BRIEF:
Only certain lines below are wanted: those starting at the line containing "if said[0] in" and ending at the line containing "# of an amplifier", both included, each retyped exactly.
═════ DATA FOR THE TASK
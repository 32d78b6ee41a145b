"""Slips that leave a netlist readable: a request for what is not there, a node left alone, a title forgotten."""

from __future__ import annotations

import re
from collections.abc import Iterable, Sequence

from tauledger.circuit import ADDED, Circuit, ReadingNote, fold, terminals_of
from tauledger.netlist.diagnostics import Site, nearest, visible
from tauledger.netlist.draft import Draft
from tauledger.netlist.hints import Asked
from tauledger.netlist.letters import CONTROLLED, MODELLED, OWN, PASSIVES, SOURCES, TIME_FUNCTIONS
from tauledger.netlist.models import model_name
from tauledger.netlist.netlist import Netlist
from tauledger.netlist.numbers import read_number
from tauledger.netlist.structure import KNOWN

MOST_NOTES = 12
# Looking for a name that is alike takes its time.
MOST_ALIKE = 2000

# Variables and inner nodes, which only ngspice can tell.
_OF_A_SCRIPT = re.compile(r"[#$@{}\[\]]")
_PARTS = re.compile(r"[\s(),=]+")


def strange_requests(draft: Draft, circuit: Circuit, requests: Sequence[Asked]) -> list[ReadingNote]:
    """Note every request for a node or an element that does not exist."""
    notes: list[ReadingNote] = []
    for request in requests:
        of = "node" if request.name[0] == "v" else "element"
        known = draft.numbers if of == "node" else draft.taken
        for name in request.name[2:-1].split(","):
            # ngspice puts the letter before the name of an element inside of an instance: v.x1.vsense.
            key = fold(name)
            tail = key.partition(".")[2] if of == "element" else key
            if _OF_A_SCRIPT.search(name) or key == "all" or key in known or tail in known:
                continue
            says = f"{request.word} {visible(request.name)}: no {of} is called {visible(name)!r}"
            alike = circuit.nodes if of == "node" else [*circuit.passives.name, *(e.name for e in circuit.elements)]
            meant = nearest(name, alike) if len(alike) <= MOST_ALIKE else ""
            notes.append(ReadingNote(request.site.where, f"{says}; {meant}" if meant else says))
    return notes


def single_connections(netlist: Netlist, draft: Draft, circuit: Circuit, spared: Iterable[int]) -> list[ReadingNote]:
    """Note every node to which one element only is connected, in a subcircuit once for all its instances.

    Counted is where the node's name belongs: on the cards of the netlist itself, or of the one instance.
    spared: numbers of nodes that need no second connection (those that are looked at).
    """
    import numpy as np

    plain = circuit.passives
    touches = [(node, e.path, e.card) for e in circuit.elements for node in e.nodes]
    touches += [(node, e.path, e.card) for e in circuit.elements for node in terminals_of(e) if node not in e.nodes]
    others = np.array([*touches, *draft.pins], dtype=np.int64).reshape(-1, 3)
    node = np.concatenate([plain.a, plain.b, others[:, 0]])
    path = np.concatenate([plain.path, plain.path, others[:, 1]])
    card = np.concatenate([plain.card, plain.card, others[:, 2]])
    written = card != ADDED
    node, path, card = node[written], path[written], card[written]
    everywhere = [number for number, name in enumerate(circuit.nodes) if fold(name) in netlist.globals]
    # An instance comes after the one that holds it: the least path is where the name belongs.
    home = np.full(len(circuit.nodes), len(circuit.instances))
    np.minimum.at(home, node, path)
    count = np.bincount(node[path == home[node]], minlength=len(circuit.nodes))
    count[everywhere] = np.bincount(node, minlength=len(circuit.nodes))[everywhere]
    count[[0, *spared]] = 0
    notes: dict[tuple[int, str], ReadingNote] = {}
    more = 0
    for number in np.flatnonzero(count == 1).tolist():
        instance = circuit.instances[int(home[number])]
        name = circuit.nodes[number].removeprefix(f"{instance.name}.") if instance.name else circuit.nodes[number]
        if (instance.definition, fold(name)) in notes:
            continue
        if len(notes) == MOST_NOTES:
            more += 1
            continue
        at = int(np.flatnonzero((node == number) & (path == home[number]))[0])
        site = Site(netlist.files, netlist.cards[int(card[at])])
        of = f" of subcircuit {visible(instance.subcircuit)}" if instance.name else ""
        only = visible(site.card.text.split(maxsplit=1)[0])
        says = f"node {visible(name)}{of} has one connection only, {only}"
        beside = [circuit.nodes[k] for k in np.flatnonzero((home == home[number]) & (count != 1)).tolist()]
        meant = _meant(name, [other.removeprefix(f"{instance.name}.") for other in beside[:MOST_ALIKE]])
        notes[(instance.definition, fold(name))] = ReadingNote(site.where, f"{says}; {meant}" if meant else says)
    found = list(notes.values())
    if more:
        found.append(ReadingNote(found[-1].where, f"{more} more nodes have one connection only"))
    return found


def _meant(name: str, others: list[str]) -> str:
    return "is ground, 0, meant?" if fold(name) == "o" else nearest(name, others)


def first_place(netlist: Netlist, draft: Draft, circuit: Circuit, node: int) -> str:
    """Give file and line of the first card of the netlist itself that names a node, e.g. "board.cir:12"."""
    plain = circuit.passives
    cards = [e.card for e in circuit.elements if e.path == 0 and node in e.nodes]
    cards += [card for number, path, card in draft.pins if path == 0 and number == node]
    cards += plain.card[(plain.path == 0) & ((plain.a == node) | (plain.b == node))].tolist()
    return Site(netlist.files, netlist.cards[min(card for card in cards if card != ADDED)]).where


def forgotten_title(netlist: Netlist, draft: Draft) -> ReadingNote | None:
    """Note a first line that would make a card: a dot card, or an element between nodes that exist without it."""
    line = netlist.files[0].text.partition("\n")[0].strip()
    what = _looks_like(line, netlist, draft)
    if not what:
        return None
    where = f"{visible(netlist.files[0].path)}:1"
    says = f"the first line is the title: it looks like {what}; if it is one, put a title above it"
    return ReadingNote(where, says)


def _looks_like(line: str, netlist: Netlist, draft: Draft) -> str:
    """Say what a line looks like, with its article; empty where it looks like a title."""
    words = [word for word in _PARTS.split(line) if word]
    if not words:
        return ""
    if fold(words[0]) in KNOWN:
        return f"a {fold(words[0])} card"
    letter, last = words[0][0].upper(), fold(words[-1])
    models = {model_name(netlist.items[number]) for number in netlist.top.models}
    nodes = 2
    if letter in PASSIVES:
        fits = len(words) > 3 and (read_number(words[3]) is not None or fold(words[3]) in models or words[3][0] in "{'")
    elif letter in SOURCES:
        fits = len(words) > 3 and (read_number(words[3]) is not None or fold(words[3]) in {"dc", "ac", *TIME_FUNCTIONS})
    elif letter in CONTROLLED:
        fits = len(words) > 4 and read_number(words[-1]) is not None
    elif letter in MODELLED:
        nodes = MODELLED[letter].least
        fits = any(fold(word) in models for word in words[nodes + 1 :])
    elif letter == "X":
        fits = len(words) > 2 and last in {fold(definition.name) for definition in netlist.top.definitions}
        nodes = len(words) - 2
    else:
        return ""
    if not fits or not all(fold(word) in draft.numbers for word in words[1 : nodes + 1]):
        return ""
    said = OWN.get(letter) or MODELLED[letter].words
    return f"{'an' if said[0] in 'aeiou' else 'a'} {said}"
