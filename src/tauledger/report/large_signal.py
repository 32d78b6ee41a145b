"""What the stages can deliver at full size: one line for the first limit, a table of all nodes on request."""

from __future__ import annotations

from tauledger.record import Review, SlewFacts, known_hz
from tauledger.report.layout import CAUTION, Block, Prose, Row, Section, Table
from tauledger.report.wording import nominal, number

# Unit, its size and the slew rate in V/s from which on it is used.
_SLEW_UNITS = (("V/ns", 1e9, 1e9), ("V/µs", 1e6, 1e4), ("V/ms", 1e3, 0.0))


def large_signal(review: Review, *, verbose: bool = False) -> Section:
    """Give the node with the lowest full-power bandwidth; verbose: every node that could be judged."""
    facts = review.large_signal
    if facts is None or (not facts.nodes and not verbose):
        return Section(())
    if not facts.nodes:
        return Section((Prose(f"not judged: {', '.join(facts.not_judged)}", lead="LARGE SIGNAL ", hang=2),))
    below = any(cause.cause == "slews-first" for cause in review.causes)
    blocks: list[Block] = [Prose(first_limit(review), lead="LARGE SIGNAL ", style=CAUTION if below else "", hang=2)]
    if verbose:
        head = ("  at", "by", "can give", "into", "slew rate", "to the output", "full power")
        rows = tuple(Row(cells(node)) for node in facts.nodes)
        blocks.append(Table("llrrrrr", head, rows))
    return Section(tuple(blocks))


def first_limit(review: Review) -> str:
    """Say who moves the slowest node, how fast, up to where at the stated amplitude, and whether that is beyond f_H."""
    facts = review.large_signal
    assert facts is not None
    slowest = facts.nodes[0]
    at_node = slew_rate(slowest.slew_v_per_s)
    if abs(slowest.volt_per_output_volt - 1.0) > 0.05:
        at_node = f"{at_node} there, {slew_rate(slowest.output_slew_v_per_s)} at the output"
    text = (
        f"{movers(slowest)}'s {number(slowest.current_a, 'A', 3)} into {number(slowest.capacitance_f, 'F', 3)}: "
        f"{at_node}; {nominal(facts.swing_v, 'V')} peak to {number(slowest.full_power_hz, 'Hz', 3)}"
    )
    # of an amplifier that is meant to be closed around, f_H is no bandwidth that anybody uses
    open_loop = review.f_unity is not None and bool(review.f_unity.elements)
    edge, name = (known_hz(review.f_unity), "f_u") if open_loop else (known_hz(review.f_high), "f_H")
    if edge is not None:
        part = slowest.full_power_hz / edge
        text += f", {part:.2g}·{name}" if part < 99.5 else f", {part:.0f}·{name}"
        text += " only" if part < 1.0 and not open_loop else ""
    weak = min(facts.nodes, key=lambda node: node.cut_off_v or float("inf"))
    if weak.cut_off_v is not None and weak.cut_off_v <= facts.swing_v:
        text += f"; {movers(weak)} is cut off from {number(weak.cut_off_v, 'V', 3)} peak on, in mid-band already"
    if facts.supplies_v is not None and 2.0 * facts.swing_v > facts.supplies_v[1] - facts.supplies_v[0]:
        low, high = (number(volt, "V", 3) for volt in facts.supplies_v)
        text += f"; supplies from {low} to {high} do not allow {nominal(facts.swing_v, 'V')} peak"
    if facts.not_judged:
        text += f"; not judged: {', '.join(facts.not_judged)}"
    return text


def cells(node: SlewFacts) -> tuple[str, ...]:
    """Give one node as cells: where, by whom, current, capacitance, slew rate there and at the output, bandwidth."""
    at = node.node + (f" with {', '.join(node.behind)}" if node.behind else "")
    return (
        at,
        movers(node),
        number(node.current_a, "A", 3),
        number(node.capacitance_f, "F", 3),
        slew_rate(node.slew_v_per_s),
        slew_rate(node.output_slew_v_per_s),
        number(node.full_power_hz, "Hz", 3),
    )


def movers(node: SlewFacts) -> str:
    """Name the transistor, or the pair whose tail current it is."""
    return node.drivers[0] if len(node.drivers) == 1 else f"tail of {', '.join(node.drivers)}"


def slew_rate(v_per_s: float) -> str:
    """Write a slew rate in V/µs, as data sheets do; in V/ns where that is shorter, in V/ms where it is small."""
    unit, size, _ = next(one for one in _SLEW_UNITS if v_per_s >= one[2])
    return f"{v_per_s / size:.3g} {unit}"
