"""`.options scale`: the sizes that ngspice multiplies by it, which depend on the letter and on the level of the model.

Measured with ngspice 39, level by level: a deck under `scale` against one with the sizes multiplied by hand.
"""

from __future__ import annotations

from tauledger.circuit import Model

Parameters = tuple[tuple[str, float], ...]

# The power of scale that each size takes.
SIZES = {**dict.fromkeys(("l", "w", "pd", "ps", "sa", "sb", "sd"), 1), **dict.fromkeys(("ad", "as"), 2)}
# MOS levels that take their sizes as written: BSIM1, BSIM2, MOS6, MOS9 and three silicon-on-insulator models.
UNSCALED_MOS = frozenset({4, 5, 6, 9, 55, 56, 57})
# Metal and polysilicon over a level-3 diode; what the model gives is scaled as well.
OVERLAYS = ("lm", "wm", "lp", "wp")
DRAWN_DIODE = 3


def scaled_sizes(parameters: Parameters, scale: float) -> Parameters:
    """Multiply lengths by scale and areas by its square."""
    return tuple((name, value * scale ** SIZES.get(name, 0)) for name, value in parameters)


def scaled(parameters: Parameters, letter: str, model: Model, scale: float) -> Parameters:
    """Give an element's parameters with `.options scale` worked in where ngspice does it for this letter and level."""
    if letter in "RC" or (letter == "M" and model.level not in UNSCALED_MOS):
        return scaled_sizes(parameters, scale)
    if letter == "D" and model.level == DRAWN_DIODE:
        return _drawn_diode(parameters, model, scale)
    return parameters


def grows(parameters: Parameters, letter: str, model: Model) -> bool:
    """Say whether ngspice scales a size of this element again with every analysis: area and pj of a level-3 diode."""
    given = dict(parameters)
    drawn = {"w", "l"} <= given.keys()
    return letter == "D" and model.level == DRAWN_DIODE and not drawn and bool(given.keys() & {"area", "pj"})


def _drawn_diode(parameters: Parameters, model: Model, scale: float) -> Parameters:
    """Scale w and l where both are given, else the area and perimeter that are used in their place."""
    given = dict(parameters)
    if {"w", "l"} <= given.keys():
        given |= {name: given[name] * scale for name in ("w", "l")}
    else:
        given["area"] = given.get("area", model.parameter("area", 1.0)) * scale**2
        given["pj"] = given.get("pj", model.parameter("pj", 0.0)) * scale
    for name in OVERLAYS:
        size = given.get(name, model.parameter(name, 0.0))
        if size:
            given[name] = size * scale
    return tuple(given.items())
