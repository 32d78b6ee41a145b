"""The tree of instances with what stands in each, as text."""

from __future__ import annotations

from collections import Counter

from tauledger.circuit import Circuit
from tauledger.netlist.diagnostics import Site, visible
from tauledger.netlist.netlist import Netlist


def hierarchy(netlist: Netlist, circuit: Circuit) -> str:
    """Give one line per instance, indented under the one that holds it: its name, its subcircuit with place, and how
    many elements of each letter stand in it, with those of all inner instances behind a slash where there are any."""
    own: list[Counter[str]] = [Counter() for _ in circuit.instances]
    for letter, path in zip(circuit.passives.kind, circuit.passives.path.tolist(), strict=True):
        own[path][letter] += 1
    for element in circuit.elements:
        own[element.path][element.letter] += 1
    whole = [Counter(counts) for counts in own]
    children: list[list[int]] = [[] for _ in circuit.instances]
    for path in range(len(circuit.instances) - 1, 0, -1):
        parent = circuit.instances[path].parent
        whole[parent].update(whole[path])
        children[parent].insert(0, path)
    lines: list[str] = []

    def line(path: int, depth: int) -> None:
        instance = circuit.instances[path]
        if path:
            at = Site(netlist.files, netlist.cards[instance.card]).where
            of = Site(netlist.files, netlist.cards[instance.definition]).where
            head = f"{visible(instance.name)}  {visible(instance.subcircuit)} ({of}), called at {at}"
        else:
            head = visible(netlist.path)
        lines.append(f"{'  ' * depth}{head}: {_counted(own[path], whole[path])}")
        for child in children[path]:
            line(child, depth + 1)

    line(0, 0)
    return "\n".join(lines) + "\n"


def _counted(own: Counter[str], whole: Counter[str]) -> str:
    total = whole.total()
    here = ", ".join(f"{letter} {own[letter]}" for letter in sorted(own)) or "no elements"
    if total == own.total():
        return here
    return f"{here}; {total} with what is inside"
══════════
TASK ANSWER:
    return f"{'an' if said[0] in 'aeiou' else 'a'} {said}"
filename src/tauledger/report/large_signal.py
repository 32d78b6ee41a145b
"""What the stages can deliver at full size: one line for the first limit, a table of all nodes on request."""

from __future__ import annotations

from tauledger.record import Review, SlewFacts, known_hz
from tauledger.report.layout import CAUTION, Block, Prose, Row, Section, Table
from tauledger.report.wording import nominal, number

# Unit, its size and the slew rate in V/s from which on it is used.
_SLEW_UNITS = (("V/ns", 1e9, 1e9), ("V/µs", 1e6, 1e4), ("V/ms", 1e3, 0.0))


def large_signal(review: Review, *, verbose: bool = False) -> Section:
    """Give the node with the lowest full-power bandwidth; verbose: every node that could be judged."""
    facts = review.large_signal
    if facts is None or (not facts.nodes and not verbose):
        return Section(())
    if not facts.nodes:
        return Section((Prose(f"not judged: {', '.join(facts.not_judged)}", lead="LARGE SIGNAL ", hang=2),))
    below = any(cause.cause == "slews-first" for cause in review.causes)
    blocks: list[Block] = [Prose(first_limit(review), lead="LARGE SIGNAL ", style=CAUTION if below else "", hang=2)]
    if verbose:
        head = ("  at", "by", "can give", "into", "slew rate", "to the output", "full power")
        rows = tuple(Row(cells(node)) for node in facts.nodes)
        blocks.append(Table("llrrrrr", head, rows))
    return Section(tuple(blocks))


def first_limit(review: Review) -> str:
    """Say who moves the slowest node, how fast, up to where at the stated amplitude, and whether that is beyond f_H."""
    facts = review.large_signal
    assert facts is not None
    slowest = facts.nodes[0]
    at_node = slew_rate(slowest.slew_v_per_s)
    if abs(slowest.volt_per_output_volt - 1.0) > 0.05:
        at_node = f"{at_node} there, {slew_rate(slowest.output_slew_v_per_s)} at the output"
    text = (
        f"{movers(slowest)}'s {number(slowest.current_a, 'A', 3)} into {number(slowest.capacitance_f, 'F', 3)}: "
        f"{at_node}; {nominal(facts.swing_v, 'V')} peak to {number(slowest.full_power_hz, 'Hz', 3)}"
    )
    # of an amplifier that is meant to be closed around, f_H is no bandwidth that anybody uses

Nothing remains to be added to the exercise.